South Dakota legislative session
closer than you think
By Gordon Garnos
AT ISSUE: The annual session of
the South Dakota legislative session is just a little over two
months away. This will be the 35-day session. However, our
legislators are going to take Fridays off to come home and visit
their constituents or have meetings, they say. Consequently, the
83rd legislative session will drag on as long as last year's 40-day
session.
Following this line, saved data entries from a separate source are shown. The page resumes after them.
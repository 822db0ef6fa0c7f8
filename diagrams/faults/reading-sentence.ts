import type { Circuit } from '../document/circuit-schema'
import { nodeName, pointName } from '../document/points'
import type { Reading, ReadingValue } from '../document/reading-schema'
import { siteName } from '../document/sites'
import { noAlteration } from '../solver/alteration'
import { Case } from '../solver/case'
import { readMeter } from '../solver/meter'
import type { ReadingAnswer } from './answer'
import type { Evidence } from './evidence'
import type { FaultModel } from './fault-model'
import { isAboveSources } from './misfit'
import { capital, valueWords } from './value-words'

/** Below this a point counts as carrying nothing, in volts and in amperes; above the other as carrying something. */
const nothing = 0.1
const something = 1

/** Each reading beside what the good circuit would show, with a sentence. */
export function judgeReadings(
  model: FaultModel,
  readings: readonly Reading[],
  evidence: Evidence,
): ReadingAnswer[] {
  return readings.map((reading, r) => {
    const settled = new Case(model.study(reading), noAlteration)
    const point = settled.settle(0)
    const expected = point ? readMeter(settled, point, reading) : null
    const agrees = evidence.good.fits[r]!.size > 0
    const above = isAboveSources(model, reading)
    return {
      id: reading.id,
      expected,
      agrees,
      says: readingSentence(model.circuit, reading, expected, agrees, above),
    }
  })
}

/** Place first, then what is shown, then what a good circuit shows and what follows from the difference. */
export function readingSentence(
  circuit: Circuit,
  reading: Reading,
  expected: ReadingValue | null,
  agrees: boolean,
  above: boolean,
): string {
  const place = capital(readingPlace(circuit, reading))
  const shown = valueWords(reading.kind, reading.value)
  if (above) return `${place}: ${shown} is above any source of this circuit. Check the leads and the range.`
  if (expected === null)
    return `${place}: ${shown}. The good circuit does not come to rest in this condition, so nothing follows.`
  const good = valueWords(reading.kind, expected)
  if (reading.kind === 'works') return `${place}: ${worksWords(reading.value, agrees)}.`
  if (reading.kind === 'sees')
    return `${place}: the module sees ${shown}, ${agrees ? 'as it should' : `it should see ${good}`}.`
  if (agrees)
    return `${place}: ${shown}, ${isClose(reading.value, expected) ? 'as in a good circuit' : 'within the limits of a good circuit'} (${good}).`
  return `${place}: ${shown}, a good circuit has ${good}. ${differenceWords(reading, expected)}.`
}

/** Within a few hundredths; what lies further off is good by the tolerances of the parts and the battery. */
function isClose(value: ReadingValue, expected: ReadingValue): boolean {
  if (typeof value !== 'number' || typeof expected !== 'number') return value === expected
  return Math.abs(value - expected) <= 0.02 * Math.abs(expected) + 0.2
}

function worksWords(works: boolean, agrees: boolean): string {
  if (agrees) return works ? 'works, as it should' : 'does not work, as it should not'
  return works ? 'works, though it should not' : 'does not work, though it should'
}

/** What a figure that is off says by itself. */
function differenceWords(reading: Reading, expected: ReadingValue): string {
  const is = typeof reading.value === 'number' ? reading.value : Infinity
  const should = typeof expected === 'number' ? expected : Infinity
  if (reading.kind === 'ohms')
    return is > should ? 'The way is open or poor' : 'Something joins what should be apart'
  if (is * should < 0 && Math.min(Math.abs(is), Math.abs(should)) > nothing)
    return reading.kind === 'amps'
      ? 'The current runs the other way'
      : 'The leads are swapped, or the current runs the other way'
  const [size, good] = [Math.abs(is), Math.abs(should)]
  if (reading.kind === 'amps') {
    if (size > good) return 'More is drawn than should be'
    return size < nothing && good > nothing ? 'The way is open' : 'The way is poor, or part of it is open'
  }
  const lost = valueWords('volts', Math.abs(good - size))
  const toChassis = reading.kind === 'volts' && (reading.black === 'chassis' || reading.red === 'chassis')
  if (size < good) {
    if (size < nothing && good > something)
      return toChassis
        ? 'No feed gets here, or it is held to ground'
        : 'No current runs here, or the two are joined'
    return toChassis ? `${lost} is lost on the way` : `${lost} is missing between the two`
  }
  if (toChassis)
    return good > size / 2
      ? 'Less is drawn than should be, or a supply gets in'
      : 'The way to ground is poor, or a supply gets in'
  return good < something ? 'That is lost between the two' : `${lost} too much stands between the two`
}

/** Where a reading was taken, place first. */
export function readingPlace(circuit: Circuit, reading: Reading): string {
  switch (reading.kind) {
    case 'volts':
    case 'ohms':
      return reading.black === 'chassis'
        ? pointName(circuit, reading.red)
        : `${pointName(circuit, reading.red)} to ${pointName(circuit, reading.black)}`
    case 'amps':
      return siteName(circuit, `wire:${reading.wire}`)
    case 'works': {
      const node = circuit.nodes.find((n) => n.id === reading.node)
      return node ? nodeName(node) : reading.node
    }
    case 'sees':
      return pointName(circuit, reading.pin)
  }
}
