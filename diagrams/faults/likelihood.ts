import type { Reading } from '../document/reading-schema'
import { ohmmeterLimitOhms } from '../solver/constants'
import { normalBelow, smearedDensity } from './normal'
import type { Prediction } from './prediction'
import { loadThreshold, type ReadingScope } from './reading-scope'
import { accuracyOf } from './tolerance-rule'

/** Least error of any meter: volt, ohm and ampere. */
const finest = 1e-6

/** One reading in two hundred is taken at the wrong place or in the wrong condition (a guess). */
export const slipShare = 0.005

/**
 * Likelihood of one reading under one cell in one state, as a function of the battery scale. The severity is
 * taken as even across the cell, the meter's error as normal with half its limit for sigma, and a
 * small share of all readings as slips that may show anything.
 */
export type LikelihoodAt = (scale: number) => number

export function likelihoodOf(
  reading: Reading,
  ends: readonly [Prediction, Prediction] | null,
  scope: ReadingScope,
): LikelihoodAt {
  const slip = slipShare * slipDensity(reading)
  if (!ends || ends.some((end) => end.live)) {
    const flat = slipDensity(reading)
    return () => flat
  }
  const [a, b] = ends
  const kept = 1 - slipShare
  switch (reading.kind) {
    case 'works': {
      const threshold = loadThreshold(scope, reading.node)
      const soft = (end: Prediction, scale: number) =>
        normalBelow((Math.abs(valueAt(end, scale)) - threshold) / Math.max(0.1, end.spread))
      return (scale) => {
        const works = (soft(a, scale) + soft(b, scale)) / 2
        return kept * (reading.value ? works : 1 - works) + slip
      }
    }
    case 'sees': {
      const { threshold } = scope.network.inputs.find((input) => input.point === reading.pin)!
      const soft = (end: Prediction, scale: number) =>
        normalBelow((valueAt(end, scale) - threshold) / Math.max(0.1, end.spread))
      return (scale) => {
        const high = (soft(a, scale) + soft(b, scale)) / 2
        return kept * (reading.value === 'high' ? high : 1 - high) + slip
      }
    }
    case 'ohms':
      if (reading.value === 'OL') {
        const beyond = (end: Prediction) =>
          normalBelow(Math.log(Math.max(1e-9, end.fixed) / ohmmeterLimitOhms) / 0.03)
        const likelihood = kept * ((beyond(a) + beyond(b)) / 2) + slip
        return () => likelihood
      }
      break
  }
  const value = reading.value
  if (typeof value !== 'number') return () => slip
  const { percent, floor } = accuracyOf(reading)
  // No meter is exact: a display ends somewhere.
  const limit = Math.max(finest, (percent / 100) * Math.abs(value) + floor)
  const sigma = Math.sqrt((limit / 2) ** 2 + ((a.spread + b.spread) / 2) ** 2)
  if (a.battery === 0 && b.battery === 0) {
    const likelihood = kept * smearedDensity(value, a.fixed, b.fixed, sigma) + slip
    return () => likelihood
  }
  return (scale) => kept * smearedDensity(value, valueAt(a, scale), valueAt(b, scale), sigma) + slip
}

function valueAt(prediction: Prediction, scale: number): number {
  return scale * prediction.battery + prediction.fixed
}

/** Density of what a slip may show: even over 30 V or 60 A, log-even over ohms with OL one in twenty, either way for the rest. */
function slipDensity(reading: Reading): number {
  switch (reading.kind) {
    case 'volts':
      return 1 / 30
    case 'amps':
      return 1 / 60
    case 'ohms':
      return reading.value === 'OL' ? 0.05 : 0.95 / ((1 + reading.value) * 18)
    default:
      return 0.5
  }
}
There doesn't seem to be any major issues waiting to
confront our legislators, but there are some brewing in the pot and
it needs stirring by all of us.
EVEN WITH NEXT year's legislative
session a little over two months away, it isn't too early to start
thinking about and getting involved in what may soon be going on in
Pierre.
This being the final session for a
number of legislators and the final meeting of our solons before the
2008 elections, there is a good chance that this could be a ho-hum
time in that old town of Pierre. Or will it?
First, regarding the final session: This
is because of term limits. Term limits? The voters of South Dakota
several years ago voted for a constitutional amendment that said no
person may serve for more than four consecutive two-year terms in
the House or Senate, or more than two consecutive four-year terms in
a constitutional office. That means a number of our legislators will
not be able to run for re-election in the house they are now in.
TERM LIMITED AFTER this next
session are Senators Jerry Apa, Brock Greenfield, Gil Koetzle, Mac
McCracken, Ed Olson and Dan Sutton, and Representatives James
Bradford, Burt Elliot, Margaret Gillespie, Mary Glenski, Dale
Hargens, Phyllis Heineman, Al Koistinen, Gordon Pederson, Larry
Rhoden, David Sigdestad, Donald Van Etten, Thomas Van Norman and Hal
Wick.
I think it is important to list those
who will be term limited as the list includes several legislative
leaders.
There are a number of pros and cons for
term limits and while I editorially supported term limits when it
was an issue with the voters, now I am not so sure. Why? While term
limits broke up some very long term legislators who had special
interests in their back pockets, it also took away a number of good
legislative leaders who were just that. Will term limits ever
surface on the ballot again? It's hard to say.
There is still a stigma out there that
politicians are like diapers. They should be changed often and for
the same reason.
SOMETHING ELSE term limits for
the Legislators brought us was a much stronger governor's office and
a much weaker Legislature. Doing away with legislative term limits
would have to come from the voters. Some legislators feel if they
initiated such a proposal it would be their death knoll.
Secondly, those legislators who will be
seeking re-election next year are not about to rock the boat on any
very controversial issue. That could prove to be ammunition for
whomever their opponent might be.
Yes, the tobacco issue is expected to be
on the scene in Pierre and as I have also discussed a few weeks ago,
the rewriting of the state's liquor license laws will also be a
rumble. But the one issue that I feel very important is for a
document the members of the Legislature must live by. Yes, a code of
conduct.
SO FAR, LEGISLATORS have failed
to write one. Yes, they have had meetings about such a code, but all
the public has seen so far is failure.
The resurfacing of the state Senator Dan
Sutton case through a civil lawsuit will again bring to center stage
about him sharing a bed with a male page. Nor can we forget the case
of state Rep. Ted Klaudt that hasn't been to trial. Yet, he is
charged with eight counts of raping foster children and former pages
under the guise of conducting medical checkups on them.
True, the state Senate censured Sutton
and if Klaudt is found guilty of any or all of the charges against
him, he could be thrown in the hoosegow and the key thrown away.
MENTIONING KLAUDT'S alleged acts
against former pages brings up another issue that could be subheaded
under the need for a legislative code of conduct. As I mentioned in
a column some time ago about the need for legislative pages to have
some sort of a uniform to wear.
As I wrote then, some of the female
pages during the 2007 session were not dressed appropriately, nor
was it on paper about who with and where they stayed during their
sojourn in Pierre. If our legislators can't even come up with a
locked code of ethics to include such items, how in the world can we
expect them to get some of the other issues off their shoulders?
Someone once said that you cannot not
mix politics and morality. I certainly hope that someone wasn't a
legislator....
Gordon Garnos was long-time editor of the Watertown Public Opinion and
recently retired after 39 years with that newspaper. Garnos, a
lifelong resident of South Dakota except for his military service in the
U.S. Air Force, was born and raised in Presho.